- PROBLEM REQUIREMENTS
Look below for the line holding "func vertical(p stochastic.Params, at" and the line holding "d := float64(damping * damping)". Transcribe exactly those lines and all lines between them, nothing more.

DATA RECORDS: Begin

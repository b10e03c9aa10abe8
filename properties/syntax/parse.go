package syntax

// Tokens to tree, by recursive descent with one function per rule of the
// grammar, in its order.

import (
	"fmt"
	"math/big"
	"strconv"
	"strings"
)

// Parse reads a rule file. The tree is never nil: after an error it holds what
// could be read, with a *Bad for each clause that could not. The error is an
// Errors with the lexical and grammatical errors, at most one per clause.
func Parse(name, src string) (*File, error) {
	f := newFile(name, src)
	p := &parser{f: f}
	p.toks = lex(f)
	p.file()
	return f, p.errs.Err()
}

// maxDepth bounds the nesting of formulas and types, so that no input can
// exhaust the goroutine's stack.
const maxDepth = 200

type parser struct {
	f     *File
	toks  []Token
	i     int
	errs  Errors
	tried []string // words that at() was asked for at token i, in order
	depth int
	// declares is the name that the clause being read declares, once known.
	declares *Ident
}

// bail unwinds to the clause in which an error was found.
type bail struct{}

func (p *parser) tok() *Token { return &p.toks[p.i] }

// at reports whether the current token is one of the grammar's words w.
func (p *parser) at(w ...string) bool {
	p.tried = append(p.tried, w...)
	t := p.tok()
	if t.Kind != Word {
		return false
	}
	for _, w := range w {
		if t.Text == w {
			return true
		}
	}
	return false
}

func (p *parser) advance() *Token {
	t := p.tok()
	if t.Kind != EOF {
		p.i++
	}
	p.tried = p.tried[:0]
	return t
}

// accept reads the word if it stands here.
func (p *parser) accept(w string) bool {
	if p.at(w) {
		p.advance()
		return true
	}
	return false
}

// expect reads the word or fails.
func (p *parser) expect(w string) *Token {
	if !p.at(w) {
		p.fail("")
	}
	return p.advance()
}

// since gives the span from a token's start to the end of the last token read
// that is no semicolon.
func (p *parser) since(from int) Span {
	last := p.i - 1
	for last > 0 && p.toks[last].Kind == Word && p.toks[last].Text == ";" {
		last--
	}
	if last < 0 {
		return Span{from, from}
	}
	return Span{from, max(from, p.toks[last].To)}
}

// shownToken is how a message names the current token.
func (p *parser) shownToken() string {
	switch t := p.tok(); {
	case t.Kind == Code:
		return "code"
	case t.Text == ",":
		return "a comma"
	default:
		return t.Text
	}
}
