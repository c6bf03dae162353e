package demo

import (
	"fmt"
	"math"
	"slices"
	"strconv"
)

// The codes of the COSMOS numeric headers.
const (
	cosmosCorrected    = 2
	cosmosAcceleration = 1
	cosmosCMPerS2      = 4
	cosmosUp           = 400
)

// cosmosBits is the word length of the recorder's digitiser.
const cosmosBits = 24

// encodeCOSMOS writes a record as COSMOS V2c text, version 1.20: one section for
// each component.
func encodeCOSMOS(r *record) []file {
	var b []byte
	for i, c := range r.columns() {
		b = appendSection(b, r, i+1, c)
	}
	return []file{{r.base() + ".V2c", b}}
}

// appendSection appends text header, integer header, real header, comments and
// samples of one component.
func appendSection(b []byte, r *record, channel int, c column) []byte {
	at := peak(c.motion)
	p := extremum{float64(c.motion[at]) * cmps2, float64(at) * r.stepS()}
	for _, line := range cosmosText(r, channel, c, p) {
		b = appendLine(b, line)
	}
	integers, reals := cosmosIntegers(r, channel, c), cosmosReals(r, c, p)
	b = appendLine(b, newCard().putInt(4, len(integers)).put(5, " Integer-header values follow on").
		putInt(40, 10).put(41, " lines, Format=").put(57, "(10I8)"))
	b = block(b, len(integers), 10, "\n", func(b []byte, i int) []byte {
		return appendScaled(b, int64(integers[i]), 0, 8)
	})
	b = appendLine(b, newCard().putInt(4, len(reals)).put(5, " Real-header values follow on").
		putInt(37, 20).put(38, " lines, Format=").put(54, "(5F15.6)"))
	b = block(b, len(reals), 5, "\n", func(b []byte, i int) []byte {
		return appendScaled(b, int64(math.Round(reals[i]*1e6)), 6, 15)
	})
	comments := []string{"Invented data: a motion simulated by the stochastic method.", "No instrument recorded it."}
	b = appendLine(b, newCard().putInt(4, len(comments)).put(5, ` Comment line(s) follow, each starting with a "|":`))
	for _, s := range comments {
		b = appendLine(b, newCard().put(1, "| "+s))
	}
	b = appendLine(b, newCard().putInt(8, len(c.motion)).put(10, "acceleration pts").put(26, ", approx").
		putInt(38, r.durationS()).put(39, " secs, units=cm/sec2(").putFixed(61, cosmosCMPerS2, 0).
		put(60, fmt.Sprintf("%02d", cosmosCMPerS2)).put(62, "),Format=").put(71, "(8F10.4)"))
	b = block(b, len(c.motion), 8, "\n", func(b []byte, i int) []byte {
		return appendScaled(b, int64(c.motion[i]), 4, 10)
	})
	return appendLine(b, newCard().put(1, "End-of-data for Chan").putInt(24, channel).put(26, "acceleration"))
}

// appendLine appends a card and a line feed.
func appendLine(b []byte, c *card) []byte { return append(append(b, c[:]...), '\n') }

// cosmosText returns the 13 lines of text.
func cosmosText(r *record, channel int, c column, p extremum) [13]*card {
	const stamp = "01/02/2006, 15:04:05"
	e, s := r.event, r.station
	agency := "(" + s.network.code + ")"
	return [13]*card{
		newCard().put(1, "Corrected acceleration").put(27, "(Format v01.20 with 13 text lines)").put(62, "Invented data"),
		newCard().put(1, e.name).put(41, e.origin.Format("January 02, 2006 15:04:05 UTC")),
		newCard().put(1, "Hypocenter:").putFixed(20, e.latitude, 3).putFixed(31, e.longitude, 3).put(33, "H=").
			putInt(37, int(e.depthKM)).put(38, "km").put(41, agency).put(47, fmt.Sprintf("Mw=%.1f", e.magnitude)),
		newCard().put(1, "Origin:").put(9, e.origin.Format(stamp)+".0 UTC "+agency),
		newCard().put(1, "Statn No:").putInt(12, cosmosNetworkNumber).put(13, "-").put(14, strconv.Itoa(r.serial())).put(21, "Code:").
			put(26, s.network.code).put(28, "-").put(29, s.code).put(36, s.network.code).put(41, s.name),
		newCard().put(1, "Coords:").putFixed(15, s.latitude, 3).putFixed(25, s.longitude, 3).put(28, "Site geology:").
			put(42, fmt.Sprintf("Vs30 %.0f m/s", s.vs30)),
		newCard().put(1, "Recorder:").put(11, "DR-24").put(18, "s/n").putInt(25, r.serial()).put(27, "(").putInt(29, 3).
			put(31, "Chns of").putInt(41, 3).put(43, "at Sta)").put(51, "Sensor:").put(59, "FB-2g").put(66, "s/n").putInt(75, r.serial()),
		newCard().put(1, "Rcrd start time:").put(18, r.start.Format(stamp)+".00 UTC (Q=5)").put(52, "RcrdId:").
			put(60, s.network.code+"."+s.code+"."+r.start.Format("060102150405")),
		newCard().put(1, "Sta Chn:").putInt(11, channel).put(13, c.words).put(23, "Rcrdr Chn:").putInt(35, channel).
			put(37, "Location:").put(47, r.location()),
		newCard().put(1, "Raw record length=").putFixed(27, float64(r.durationS()), 3).put(29, "sec, Uncor max=").
			putFixed(54, p.value, 3).put(56, "at").putFixed(67, p.at, 3).put(69, "sec"),
		newCard().put(1, "Processed:").put(12, r.start.AddDate(0, 0, 1).Format("01/02/2006")+", "+s.network.code).put(42, "Max=").
			putFixed(56, p.value, 4).put(58, "cm/sec2").put(67, "at").putFixed(76, p.at, 3).put(78, "sec"),
		newCard().put(1, "Rcrd filtered below").putFixed(26, lowCutHz, 2).put(28, "Hz (periods over").putFixed(50, 1/lowCutHz, 2).
			put(52, "sec), and above").putFixed(72, highCutHz(s.rateHz), 2).put(74, "Hz"),
		newCard().put(1, "Values used when a parameter or data value is not known:").put(65, "  -999, -999.0"),
	}
}

// cosmosNetworkNumber is the invented number of the network; the format's own
// numbers end below it.
const cosmosNetworkNumber = 990

// cosmosIntegers returns the integer header; the places not listed are null.
func cosmosIntegers(r *record, channel int, c column) []int {
	direction := c.azimuth
	if direction == 0 {
		direction = cosmosUp
	}
	t := r.start
	h := slices.Repeat([]int{notStated}, 100)
	for at, v := range map[int]int{
		1: cosmosCorrected, 2: cosmosAcceleration, 3: cosmosCMPerS2, 4: 120, 5: 1,
		8: r.serial(), 11: cosmosNetworkNumber, 23: 3, 32: r.serial(), 33: 3, 35: cosmosBits, 36: cosmosBits,
		40: t.Year(), 41: t.YearDay(), 42: int(t.Month()), 43: t.Day(), 44: t.Hour(), 45: t.Minute(), 46: 5,
		50: channel, 51: channel, 53: r.serial(), 54: direction, 75: 1, 76: 0,
	} {
		h[at-1] = v
	}
	return h
}

// cosmosReals returns the real header; the places not listed are null.
func cosmosReals(r *record, c column, p extremum) []float64 {
	e, s := r.event, r.station
	sum := 0.0
	for _, v := range c.motion {
		sum += float64(v)
	}
	h := slices.Repeat([]float64{notStated}, 100)
	for at, v := range map[int]float64{
		1: s.latitude, 2: s.longitude, 3: s.elevationM, 4: s.vs30,
		10: e.latitude, 11: e.longitude, 12: e.depthKM, 13: e.magnitude,
		17: r.distanceKM, 18: r.azimuthDeg,
		24: quietS, 25: quietS, 30: float64(r.start.Second()), 32: 0,
		34: r.stepS(), 35: float64(r.durationS()),
		40: 1 / instrumentPeriodS, 41: instrumentDamping, 47: 1,
		54: lowCutHz, 57: highCutHz(s.rateHz),
		62: 1000 * r.stepS(), 63: float64(r.durationS()),
		64: p.value, 65: p.at, 66: sum * cmps2 / float64(len(c.motion)),
	} {
		h[at-1] = v
	}
	return h
}
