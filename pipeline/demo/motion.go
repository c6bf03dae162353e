package demo

import (
	"math"
	"math/rand/v2"
	"time"

	"swaybook/pipeline/stochastic"
)

// The invented crust, and how the networks record and filter.
const (
	shearVelocity = 3500.0 // m/s
	density       = 2800.0 // kg/m³
	qualityFactor = 150.0  // at 1 Hz
	lowCutHz      = 0.15
	quietS        = 15.0 // before and after the motion, 2.25 periods of the low cut
	boreholeKappa = 0.015
	// verticalShare is the vertical motion over a horizontal one on rock; 2/3 is
	// common practice.
	verticalShare = 2.0 / 3
	// rockVs30 is the least Vs30 that the vertical motion feels, in m/s.
	rockVs30 = 760
	// scatter is the standard deviation of the natural logarithm of amplitude
	// from record to record of one event; common practice puts it near 0.5 where
	// there is no point source to add a scatter of its own.
	scatter = 0.4
	// The roof of the school sways with this period and damping.
	roofPeriodS = 0.45
	roofDamping = 0.05
)

// highCutHz is the high-cut corner at a sampling rate: below half of it by a
// margin, and 40 Hz at most.
func highCutHz(rateHz int) float64 { return min(40, 0.4*float64(rateHz)) }

// record is what one place of a station recorded of one event.
type record struct {
	event   *event
	station *station
	place   place

	distanceKM float64 // epicentral
	azimuthDeg float64 // from epicentre to station
	start      time.Time
	// north, east and up are acceleration in µm/s², as a recorder's integers.
	north, east, up []int32
}

// stepsPerMPS2 is the resolution of the recorder that the samples stand for, in
// steps per m/s². Rounding to it makes the files the same on all machines, but
// for a chance below one in a thousand that one of the millions of samples lies
// within the last bits of a rounding boundary: with and without fused
// multiply-add in the libraries, 160 000 samples of up to 1.3 m/s² differed by
// 4.4e-16 m/s² at most and 4e-17 m/s² in the mean.
const stepsPerMPS2 = 1e6

// durationS returns the length of a record in s, always whole.
func (r *record) durationS() int { return len(r.north) / r.station.rateHz }

// simulate makes the records of one event at one station, that of the surface
// first. All random numbers come from rng.
func simulate(e *event, s *station, rng *rand.Rand) []*record {
	km, azimuth := epicentral(e, s)
	hypocentral := 1000 * math.Sqrt(float64(km*km)+float64(e.depthKM*e.depthKM))
	factor := math.Exp(scatter * rng.NormFloat64())
	places := []place{surface}
	if s.second != nowhere {
		places = append(places, s.second)
	}
	// The places of a station share their randomness: their motions differ by what
	// lies between them.
	seed := [3]uint64{rng.Uint64(), rng.Uint64(), rng.Uint64()}
	var list []*record
	for _, at := range places {
		p := parameters(e, s, at, hypocentral)
		n := int(math.Ceil(p.SpanS()+quietS)) * s.rateHz
		travel := time.Duration(math.Round(hypocentral/shearVelocity)) * time.Second
		r := &record{
			event: e, station: s, place: at,
			distanceKM: km, azimuthDeg: azimuth,
			start: e.origin.Add(travel - quietS*time.Second),
		}
		motion := make([]float64, n)
		component := func(i int, p stochastic.Params) []int32 {
			stochastic.Simulate(motion, 1/float64(s.rateHz), p, rand.New(rand.NewPCG(seed[i], uint64(i))))
			return digitise(motion, factor)
		}
		r.north, r.east = component(0, p), component(1, p)
		r.up = component(2, vertical(p, at))
		list = append(list, r)
	}
	return list
}

// digitise returns the motion in m/s² times factor as the recorder's integers.
func digitise(motion []float64, factor float64) []int32 {
	steps := make([]int32, len(motion))
	for i, a := range motion {
		steps[i] = int32(math.Round(a * factor * stepsPerMPS2))
	}
	return steps
}

// parameters returns those of a horizontal component.
func parameters(e *event, s *station, at place, hypocentralM float64) stochastic.Params {
	p := stochastic.Params{
		Source: stochastic.Source{
			Magnitude: e.magnitude, StressDropPa: e.stressPa,
			ShearVelocityMPS: shearVelocity, DensityKGM3: density,
			Partition: stochastic.HorizontalPartition,
		},
		Path: stochastic.Path{
			DistanceM: stochastic.EffectiveDistance(e.magnitude, hypocentralM),
			BreakM:    50e3, FarExponent: 0.5,
			Q0: qualityFactor, QExponent: 0.5, VelocityMPS: shearVelocity,
			DurationSPerM: 5e-5,
		},
		Site:     stochastic.Site{Vs30MPS: s.vs30, KappaS: s.kappaS},
		Window:   stochastic.StandardWindow(),
		LowCutHz: lowCutHz, HighCutHz: highCutHz(s.rateHz),
		OnsetS: quietS,
	}
	switch at {
	case roof:
		p.Response = func(f float64) float64 { return swayAmplitude(f * roofPeriodS) }
	case borehole:
		// Rock, and half the surface's motion: there is no free surface at depth.
		p.Site = stochastic.Site{KappaS: boreholeKappa}
		p.Response = func(float64) float64 { return 1 / stochastic.FreeSurface }
	}
	return p
}

// vertical turns the parameters of a horizontal component into those of the
// vertical: a share of it, without the amplification of soft ground, and without
// sway.
func vertical(p stochastic.Params, at place) stochastic.Params {
	p.Source.Partition *= verticalShare
	switch at {
	case roof:
		p.Response = nil
		fallthrough
	case surface:
		p.Site.Vs30MPS = max(p.Site.Vs30MPS, rockVs30)
	}
	return p
}

// swayAmplitude returns the absolute acceleration of a damped oscillator over
// that of its base, at the ratio r of the frequency to its own,
//
//	√((1 + (2ζr)²)/((1 − r²)² + (2ζr)²)).
//
// Source: A. K. Chopra, Dynamics of Structures, on transmissibility.
func swayAmplitude(r float64) float64 {
	damping := 2 * roofDamping * r
	d := float64(damping * damping)
	q := 1 - float64(r*r)
	return math.Sqrt((1 + d) / (float64(q*q) + d))
}
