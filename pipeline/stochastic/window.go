package stochastic

import (
	"fmt"
	"math"
)

// Window is the exponential shape of a motion in time,
//
//	w(t) = (e/ε)^b·(t/T)^b·exp(−(b/ε)·t/T) for 0 ≤ t ≤ T, else 0,
//	b = −ε·ln η/(1 + ε·(ln ε − 1)),
//
// which rises to 1 at t = ε·T and has fallen to η at its end T, Stretch times
// the duration of ground motion.
//
// Source: G. R. Saragoni & G. C. Hart (1974), Earthquake Engineering and
// Structural Dynamics 2:249–267, with the parameters of Boore (2003).
type Window struct {
	Epsilon float64 // ε, place of the maximum, 0 < ε < 1
	Eta     float64 // η, value at the end, 0 < η < 1
	Stretch float64 // T over the duration of ground motion, > 0
}

// StandardWindow is the window with ε = 0.2, η = 0.05 and T twice the duration of
// ground motion.
//
// Source: Boore (2003).
func StandardWindow() Window { return Window{Epsilon: 0.2, Eta: 0.05, Stretch: 2} }

func (w Window) validate() error {
	if !(w.Epsilon > 0 && w.Epsilon < 1) || !(w.Eta > 0 && w.Eta < 1) {
		return fmt.Errorf("stochastic: window ε %g and η %g must lie between 0 and 1", w.Epsilon, w.Eta)
	}
	if !(w.Stretch > 0) || math.IsInf(w.Stretch, 0) {
		return fmt.Errorf("stochastic: window stretch is %g", w.Stretch)
	}
	return nil
}

// At returns the window at the time fraction t/T.
func (w Window) At(fraction float64) float64 {
	if fraction <= 0 || fraction > 1 {
		return 0
	}
	b := w.power()
	// One exponential of a sum of logarithms instead of three powers.
	e := 1 - math.Log(w.Epsilon) + math.Log(fraction) - fraction/w.Epsilon
	return math.Exp(b * e)
}

func (w Window) power() float64 {
	return -w.Epsilon * math.Log(w.Eta) / (1 + float64(w.Epsilon*(math.Log(w.Epsilon)-1)))
}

DATA RECORDS: End

- RESULT
func vertical(p stochastic.Params, at place) stochastic.Params {
	p.Source.Partition *= verticalShare
	switch at {
	case roof:
		p.Response = nil
		fallthrough
	case surface:
		p.Site.Vs30MPS = max(p.Site.Vs30MPS, rockVs30)
	}
	return p
}

// swayAmplitude returns the absolute acceleration of a damped oscillator over
// that of its base, at the ratio r of the frequency to its own,
//
//	√((1 + (2ζr)²)/((1 − r²)² + (2ζr)²)).
//
// Source: A. K. Chopra, Dynamics of Structures, on transmissibility.
func swayAmplitude(r float64) float64 {
	damping := 2 * roofDamping * r
	d := float64(damping * damping)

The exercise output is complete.